Contributor Guide
Help by making the public record cleaner.
Contributions are useful when they improve source coverage, correction quality, duplicate detection, or school metadata without introducing private evidence or unsupported claims.
Ways to Contribute
- Submit a public source for review.
- Request a source-backed correction to an existing record.
- Report a likely duplicate record.
- Suggest a school metadata correction.
- Review methodology gaps, source-type gaps, or coverage gaps.
- Use the Reviewer Queue to find priority review samples.
- Help test downloads, search filters, and generated detail pages.
Accepted Sources
- Government releases, datasets, OCR materials, court records, and public legal filings.
- University statements, annual security reports, public safety notices, and policy notices.
- Campus newspaper reporting, reliable local journalism, and reliable national journalism.
- Nonprofit or civil-rights reports when the methodology and source basis are clear.
Rejected Material
- Private testimony, private screenshots, direct messages, private emails, or anonymous tips.
- Unverified social media-only claims.
- Private contact information or unnecessary names of private individuals.
- Legal conclusions not present in the public source.
- Submissions that ask the project to rank schools by hate, safety, or severity.
Submission Workflow
Use the submit page to prepare a structured packet.
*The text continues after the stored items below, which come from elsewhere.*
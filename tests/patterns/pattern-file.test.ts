import { readFileSync, readdirSync } from 'node:fs';
import { describe, expect, it } from 'vitest';
import { explainAt } from '@/engine';
import { patternJsonSchema } from '@/features/patterns/json-schema';
import { patternFileName, patternFileText } from '@/features/patterns/pattern-file';
import { readPatternFile } from '@/features/patterns/read-pattern-file';
import { FOLDER } from '../server/published-project';

const said = (text: string) => {
  const read = readPatternFile(text);
  return read.ok ? [] : read.faults.map(explainAt);
};

describe('a pattern as a file', () => {
  it('is read back as it was written, and says its schema first', () => {
    const text = patternFileText(FOLDER, 'https://foldwright.example/pattern.schema.json');
    expect(text.startsWith('{\n  "$schema": "https://foldwright.example/pattern.schema.json",\n  "format": 1,')).toBe(
      true,
    );
    expect(readPatternFile(text)).toEqual({ ok: true, value: FOLDER });
    expect(patternFileName(FOLDER)).toBe('folder.pattern.json');
  });
  it('is refused with what is wrong and where', () => {
    expect(said('{"format": 1')[0]).toMatch(/^the file: .*Look for a missing comma, quote or bracket there\./u);
    expect(said(JSON.stringify({ ...FOLDER, name: 'x'.repeat(90) }))).toEqual([
      'name: A name has at most 80 characters. Put it right there.',
    ]);
    expect(said('['.repeat(300_000))).toHaveLength(1);
    expect(said(' '.repeat(600_000))).toEqual([
      'the file: More than 512 kB. A pattern holds no pictures: is it the right file?',
    ]);
  });
});

/** As much of JSON Schema as ours uses, written apart from what made it. */
interface Schema {
  readonly type?: string;
  readonly const?: unknown;
  readonly enum?: readonly unknown[];
  readonly anyOf?: readonly Schema[];
  readonly properties?: Readonly<Record<string, Schema>>;
  readonly required?: readonly string[];
  readonly additionalProperties?: boolean;
  readonly items?: Schema | readonly Schema[];
  readonly maxLength?: number;
  readonly maxItems?: number;
  readonly minItems?: number;
}
function fits(value: unknown, schema: Schema): boolean {
  if (schema.anyOf) return schema.anyOf.some((one) => fits(value, one));
  if ('const' in schema) return value === schema.const;
  if (schema.enum) return schema.enum.includes(value);
  switch (schema.type) {
    case 'string':
      return typeof value === 'string' && value.length <= (schema.maxLength ?? Infinity);
    case 'number':
      return typeof value === 'number';
    case 'boolean':
      return typeof value === 'boolean';
    case 'array': {
      if (!Array.isArray(value) || value.length > (schema.maxItems ?? Infinity)) return false;
      if (value.length < (schema.minItems ?? 0)) return false;
      const { items } = schema;
      return value.every((item, i) => fits(item, (Array.isArray(items) ? items[i] : items) as Schema));
    }
    default: {
      if (typeof value !== 'object' || value === null || !schema.properties) return false;
      const known = schema.properties;
      return (
        (schema.required ?? []).every((key) => key in value) &&
        Object.entries(value).every(([key, item]) => known[key] !== undefined && fits(item, known[key]))
      );
    }
  }
}

describe('the published schema', () => {
  const schema = patternJsonSchema('https://foldwright.example/pattern.schema.json') as Schema & { $id: string };
  it('names its address and takes every pattern of ours', () => {
    expect(schema.$id).toBe('https://foldwright.example/pattern.schema.json');
    for (const file of readdirSync('content/patterns'))
      expect([file, fits(JSON.parse(readFileSync(`content/patterns/${file}`, 'utf8')), schema)]).toEqual([file, true]);
  });
  it('takes no pattern with a field that is not known, or without one that must be there', () => {
    expect(fits(FOLDER, schema)).toBe(true);
    expect(fits({ ...FOLDER, measurs: [] }, schema)).toBe(false);
    const { assembly: _, ...rest } = FOLDER;
    expect(fits(rest, schema)).toBe(false);
  });
});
The packet can be copied into the appropriate GitHub issue template when the repository is public and ready for outside intake.
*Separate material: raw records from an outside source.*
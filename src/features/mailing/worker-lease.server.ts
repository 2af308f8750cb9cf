import { sqlite } from '@/db/client.server';

const KEY = 'mail-worker';
const VALID = 30_000;

/** Takes the worker's lease, or keeps it; false while another process holds it. */
export function holdLease(owner: string, now: number): boolean {
  return (
    sqlite()
      .prepare(
        `INSERT INTO setting (key, value, updated_at) VALUES ('${KEY}', @owner, @now)
         ON CONFLICT (key) DO UPDATE SET value = @owner, updated_at = @now WHERE value = @owner OR updated_at < @now - ${VALID}`,
      )
      .run({ owner, now }).changes > 0
  );
}

export function leaveLease(owner: string): void {
  sqlite().prepare(`DELETE FROM setting WHERE key = '${KEY}' AND value = ?`).run(owner);
}

/** When a worker was last at work; null when none holds the lease. For the health page and the sending view. */
export function workerSeenAt(): number | null {
  return (
    (sqlite().prepare(`SELECT updated_at FROM setting WHERE key = '${KEY}'`).pluck().get() as number | undefined) ??
    null
  );
}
- Source submission: `.github/ISSUE_TEMPLATE/source-submission.yml`
- Correction request: `.github/ISSUE_TEMPLATE/correction-request.yml`
- Duplicate report: `.github/ISSUE_TEMPLATE/duplicate-report.yml`
- School metadata correction: `.github/ISSUE_TEMPLATE/school-metadata-correction.yml`
Review Standard
A submission does not become a public record until a reviewer confirms the source URL, school, date, category, affected community, attribution language, verification status, confidence label, and privacy risk.
Correction Standard
Corrections must identify the record ID, the disputed field, the requested change, and a public source supporting the change. Accepted corrections regenerate record hashes, dataset hashes, release notes, source audit metadata, and the public changelog.
Partner and Reviewer Path
Organizations, researchers, journalists, student groups, and civil-rights reviewers can help by reviewing methodology, identifying missing source categories, auditing classification rules, testing the dataset against a narrow research question, or checking whether the Research Guide prevents overclaiming. The Reviewer Brief gives outside reviewers the shortest entry point, and the Trust & Review Packet defines the broader review path. Acknowledgments should appear only after documented review or collaboration.
Reviewer Entry Points
- Methodology review: test inclusion, exclusion, source hierarchy, confidence, and deduplication rules.
- Source audit: check whether source URLs, publishers, dates, and source types remain accurate.
- Classification audit: inspect category and affected-community labels against source text.
- Research audit: use the archive for one narrow question and report where the guide or data model fails.
- Research packet: use the Research Workspace to create a citation packet with source URLs and snapshot hash.
- Reviewer brief: send the Reviewer Brief or Markdown packet when asking for outside critique.
- Reviewer checklist: use the GitHub `reviewer-checklist.yml` issue template to document scope, findings, suggested changes, and acknowledgment permission.
- Outreach and acknowledgment rules: see docs/outreach-email.md and docs/partner-acknowledgment-policy.md.
Local Data Workflow
Code or data contributors should read docs/contributing.md, then run `npm run prepare:data` and `npm run check` before proposing dataset changes.
Contributor Rule
If a contribution would make the dataset less public, less neutral, less attributable, or less auditable, it does not belong in the MVP.